Here are some illustrations. Do you see how as we get smaller and smaller $ x$-values, there’s a much better chance the secant gets closer and closer to the actual tangent (slope) of the curve? Do you also see that as we get closer, the actual tangent line and secant lines become more and more parallel? This is what we want when we take the derivative in calculus: the tangent and secant lines basically become the same thing.

Definition of the Derivative

Here is the “official” definition of a derivative (slope of a curve at a certain point), where $ {f}’$ is a function of $ x$. This is also called Using the Limit Method to Take the Derivative.

Do you see how this is just basically the Slope of a Line formula (change of $ y$’s over change of $ x$’s)? Yes, $ \Delta x$ means “change in $ x$”, but for now,  think of it as another variable.

$ \displaystyle {f}’\left( x \right)=\underset{{\Lambda x\to 0}}{\mathop{{\lim }}}\,\frac{{f\left( {x+\Delta x} \right)-f\left( x \right)}}{{\Delta x}}$, provided the limit exists.

Note that just the quotient part of this formula (without the lim, or limit) is called the Differential Quotient. Don’t let this scare you away from Calculus! It’s really not that bad, and you actually won’t have to use this equation too often in Calculus. And note that not every function is differentiable, especially at certain points; for example, a function might be differentiable on an interval $ (a,b)$, but not at other points on its graph. For example, polynomials are typically differentiable, but rational functions are not at certain points (because of removable discontinuities and/or asymptotes).

Again, this derivative finds the slope of the tangent line to the graph of $ f$. It can also be used to find the instantaneous rate of change, or just rate of change, of one variable compared to another. And, as the $ x+\Delta x$ gets closer and closer to $ 0$, the average rate of change becomes the instantaneous rate of change.

To use this formula, we usually have to use the Limit Process that we learned about in the Limits section. The main thing we have to do is eliminate the $ \Delta x$ from the denominator since we can’t divide by $ 0$.

And just remember that for $ f\left( {x+\Delta x} \right)$, we just put  $ x+\Delta x$ everywhere where we have an $ x$ in the original function. (Note that I like to use the variable “$ h$” instead of $ ”\Delta x”$ since the algebra looks a little less messy).

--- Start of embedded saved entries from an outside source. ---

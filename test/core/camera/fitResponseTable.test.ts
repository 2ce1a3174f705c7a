import { describe, expect, it } from 'vitest';
import { fitResponseTable } from '../../../src/core/camera/fitResponseTable.js';
import { checkResponseTable, responseAt, responseLut } from '../../../src/core/camera/responseTable.js';
import { lightFromAngles, lightFromSteadyRotation } from '../../../src/core/camera/malusLight.js';
import { srgbEncode, srgbDecode } from '../../../src/sim/transfer.js';

describe('response table', () => {
  it('interpolates linearly, extends the end segments, and tabulates like a transfer table', () => {
    const t = { code: [10, 100, 200], linear: [0, 0.2, 1] };
    expect(responseAt(t, 55)).toBeCloseTo(0.1, 12);
    expect(responseAt(t, 250)).toBeCloseTo(1.4, 12); // slope of the last segment 0.8/100
    expect(responseAt(t, 0)).toBeCloseTo(-10 * 0.2 / 90, 12);
    const lut = responseLut(t, 4);
    expect(lut.length).toBe(1022);
    expect(lut[400]).toBeCloseTo(0.2, 12);
  });

  it('refuses decreasing light or codes that do not increase', () => {
    expect(() => checkResponseTable({ code: [0, 1, 2], linear: [0, 0.5, 0.4] })).toThrow(/must not decrease/);
    expect(() => checkResponseTable({ code: [0, 1, 1], linear: [0, 0.5, 1] })).toThrow(/increase/);
  });
});

describe('fitResponseTable: the monotone curve of Malus-law light against code value', () => {
  it('recovers an sRGB camera from cos²θ light with a leak, up to scale and offset (IEC 61966-2-1 curve)', () => {
    const codes: number[] = [], light: number[] = [];
    for (let k = 0; k <= 360; k++) {
      const x = Math.cos((k * Math.PI) / 360) ** 2;
      const l = 0.02 + 0.7 * x; // leak 0.02, amplitude 0.7 (invented)
      codes.push(255 * srgbEncode(l));
      light.push(x);
    }
    const fit = fitResponseTable(codes, light);
    expect(fit.residualRms).toBeLessThan(0.003);
    // affine comparison with the true curve over the measured range
    const [lo, hi] = fit.codeRange;
    for (const c of [lo + 5, 80, 128, 180, hi - 5]) {
      const truth = (srgbDecode(c / 255) - srgbDecode(lo / 255)) / (srgbDecode(hi / 255) - srgbDecode(lo / 255));
      expect(responseAt(fit.table, c)).toBeCloseTo(truth, 2);
    }
  });

  it('refuses a calibration that spans only a few code values', () => {
    expect(() => fitResponseTable([100, 101, 102, 103, 101, 102, 100, 103], [0, 0.1, 0.2, 0.3, 0.1, 0.2, 0, 0.3])).toThrow(/spans only/);
  });
});

describe('Malus light from angles or a steady rotation', () => {
  const curve = (x: number) => 255 * srgbEncode(0.01 + 0.8 * x);
  it('finds the brightest angle from the phase of the first harmonic: within 0.1° for an even sampling of the half-turn, within 0.5° otherwise', () => {
    const even = Array.from({ length: 12 }, (_v, i) => 15 * i);
    expect(Math.abs(lightFromAngles(even, even.map((a) => curve(Math.cos(((a - 12) * Math.PI) / 180) ** 2))).brightestAtDeg - 12)).toBeLessThan(0.1);
    const uneven = Array.from({ length: 13 }, (_v, i) => -20 + 15 * i);
    expect(Math.abs(lightFromAngles(uneven, uneven.map((a) => curve(Math.cos(((a - 12) * Math.PI) / 180) ** 2))).brightestAtDeg - 12)).toBeLessThan(0.5);
  });

  it('finds the period of a steady rotation to 0.1 % from three light periods', () => {
    const times = Array.from({ length: 180 }, (_v, i) => i / 30);
    const codes = times.map((t) => curve(Math.cos(Math.PI * (t - 0.37) / 1.9) ** 2));
    const r = lightFromSteadyRotation(times, codes);
    expect(r.lightPeriodS / 1.9 - 1).toBeLessThan(1e-3);
    expect(Math.abs(r.light[Math.round(0.37 * 30)]! - 1)).toBeLessThan(1e-3);
  });

  it('refuses angles that cover too little of a half-turn, and a clip with no rotation', () => {
    expect(() => lightFromAngles([0, 10, 20, 30, 40], [200, 190, 170, 150, 120])).toThrow(/cover only/);
    const times = Array.from({ length: 100 }, (_v, i) => i / 30);
    expect(() => lightFromSteadyRotation(times, times.map(() => 100))).toThrow(/no steady rotation/);
  });
});
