const ROOT = fileURLToPath(new URL('../../', import.meta.url));
const BIN = join(ROOT, 'bin', 'kerrtrace.js');
const SHOTS = join(ROOT, 'test-output', 'screenshots');
const skip = findBrowser().skip;
if (skip) console.log('[browser test skipped] test/browser/live.test.ts: KERRTRACE_SKIP_BROWSER=1');

/** Truth of the simulated bench (invented numbers, like test-media). */
const B_TRUE = 2.4e-12;
const bench = (drive: unknown, extra: Record<string, unknown> = {}, cell: Record<string, unknown> = {}) => ({
  label: 'live browser test', seed: 909,
  cell: { kerrConstantMPerV2: B_TRUE, lengthMm: 50, gapMm: 5, extinctionRatio: 10000, liquidBreakdownKvPerMm: 6, ...cell },
  light: { profile: 'gaussian', sigmaPx: 8, centreXPx: 130, centreYPx: 90, wavelengthNm: 532, amplitude: 0.6 },
  dirt: { scatterFloor: 0.004, haloPeak: 0.003, haloSigmaPx: 60 },
  camera: { widthPx: 240, heightPx: 180, frameRateHz: 30, ambient: 0.01, transfer: 'srgb', crf: 18 },
  drive,
  logger: { sampleRateHz: 10, noiseV: 10, clockOffsetS: 0.3 },
  ...extra,
});
const CLOSED_S = 2;
const OPEN_S = 5;
const SWEEP_START_S = CLOSED_S + OPEN_S;

interface Watch {
  child: ChildProcess;
  url: string;
  out: () => string;
  exited: Promise<number | null>;
}

async function startWatch(args: string[]): Promise<Watch> {
  const child = spawn(process.execPath, [BIN, 'watch', ...args], { stdio: ['ignore', 'pipe', 'pipe'] });
  let out = '';
  let err = '';
  child.stdout!.on('data', (d: Buffer) => { out += d.toString(); });
  child.stderr!.on('data', (d: Buffer) => { err += d.toString(); });
  const exited = new Promise<number | null>((r) => child.on('exit', (code) => r(code)));
  const url = await new Promise<string>((resolve, reject) => {
    const timer = setInterval(() => {
      const m = /open (http:\/\/127\.0\.0\.1:\d+\/) in a browser/.exec(out);
      if (m) { clearInterval(timer); resolve(m[1]!); }
      if (child.exitCode !== null) { clearInterval(timer); reject(new Error(`watch exited: ${err}`)); }
    }, 20);
  });
  return { child, url, out: () => out, exited };
}

async function state(url: string): Promise<any> {
  const r = await fetch(`${url}state`);
  return r.json();
}

async function waitFor<T>(what: string, probe: () => Promise<T | null | undefined | false>, timeoutMs = 20_000): Promise<T> {
  const end = Date.now() + timeoutMs;
  for (;;) {
    const v = await probe();
    if (v) return v;
    if (Date.now() > end) throw new Error(`timed out waiting for ${what}`);
    await new Promise((r) => setTimeout(r, 100));
  }
}

function alive(pid: number): boolean {
  try { process.kill(pid, 0); return true; } catch { return false; }
}

function analyzeJson(args: string[]): { value: number; stdErr: number } {
  const r = spawnSync(process.execPath, [BIN, 'analyze', ...args, '--no-maps', '--no-report', '--json', '--quiet'], { encoding: 'utf8', timeout: 120_000 });
  if (r.status !== 0) throw new Error(`analyze failed: ${r.stderr}`);
  const result = JSON.parse(r.stdout) as { kerrConstant: { value: number; stdErr: number } };
  return result.kerrConstant;
}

Here are some examples:

Definition of Derivative Problem Derivative:     $ \displaystyle {f}’\left( x \right)=\underset{{h\to 0}}{\mathop{{\lim }}}\,\frac{{f\left( {x+h} \right)-f\left( x \right)}}{h}$
Use the Definition of the Derivative to find the derivative of:

$ f\left( x \right)=3$

 

$ f\left( {x+h} \right)=3$    (since there’s no $ x$ on the right)

$ \require {cancel} \displaystyle \begin{align}{f}’\left( x \right)&=\underset{{h\to 0}}{\mathop{{\lim }}}\frac{{f\left( {x+h} \right)-f\left( x \right)}}{h}=\underset{{h\to 0}}{\mathop{{\lim }}}\frac{{\left( 3 \right)-\left( 3 \right)}}{h}\\&=\underset{{h\to 0}}{\mathop{{\lim }}}\,\left( 0 \right)=0\end{align}$
Use the Definition of the Derivative to find the derivative of:

$ f\left( x \right)=-3x$

 

$ f\left( {x+h} \right)=-3\left( {x+h} \right)=-3x-3h$

$ \displaystyle \begin{align}{f}’\left( x \right)&=\underset{{h\to 0}}{\mathop{{\lim }}}\frac{{f\left( {x+h} \right)-f\left( x \right)}}{h}=\underset{{h\to 0}}{\mathop{{\lim }}}\frac{{-3x-3h-\left( {-3x} \right)}}{h}\\&=\underset{{h\to 0}}{\mathop{{\lim }}}\frac{{\cancel{{-3x}}-3h-\cancel{{\left( {-3x} \right)}}}}{h}=\underset{{h\to 0}}{\mathop{{\lim }}}\frac{{-3\cancel{h}}}{{\cancel{h}}}=\underset{{h\to 0}}{\mathop{{\lim }}}\,\left( {-3} \right)=-3\end{align}$
Use the Definition of the Derivative to find the derivative of:

$ f\left( x \right)={{x}^{2}}-2x$

 

$ \displaystyle \begin{align}f\left( {x+h} \right)&={{\left( {x+h} \right)}^{2}}-2\left( {x+h} \right)\\&={{x}^{2}}+2xh+{{h}^{2}}-2x-2h\end{align}$

$ \displaystyle \begin{align}{f}’\left( x \right)&=\underset{{h\to 0}}{\mathop{{\lim }}}\,\frac{{f\left( {x+h} \right)-f\left( x \right)}}{h}=\underset{{h\to 0}}{\mathop{{\lim }}}\,\frac{{{{x}^{2}}+2xh+{{h}^{2}}-2x-2h-\left( {{{x}^{2}}-2x} \right)}}{h}\\&=\underset{{h\to 0}}{\mathop{{\lim }}}\,\frac{{\cancel{{{{x}^{2}}}}+2xh+{{h}^{2}}\cancel{{-2x}}-2h\cancel{{-{{x}^{2}}}}\cancel{{+2x}}}}{h}=\underset{{h\to 0}}{\mathop{{\lim }}}\,\frac{{2xh+{{h}^{2}}-2h}}{h}\\&=\underset{{h\to 0}}{\mathop{{\lim }}}\,\frac{{\cancel{h}\left( {2x+h-2} \right)}}{{\cancel{h}}}=\underset{{h\to 0}}{\mathop{{\lim }}}\,\left( {2x+h-2} \right)=2x+0-2=2x-2\end{align}$

Here are a few more that are a little more complicated. Note that sometimes we have to find Common Denominators, and sometimes we have to use the trick where we Rationalize the Numerator by multiplying by a fraction with the Conjugate (changing the sign between terms) on the top and bottom. The last problem uses Trig Identities; note that there are other ways to do this using trig identities, but I found this is one of the simplest. Trust me; there are easier ways to take these derivatives!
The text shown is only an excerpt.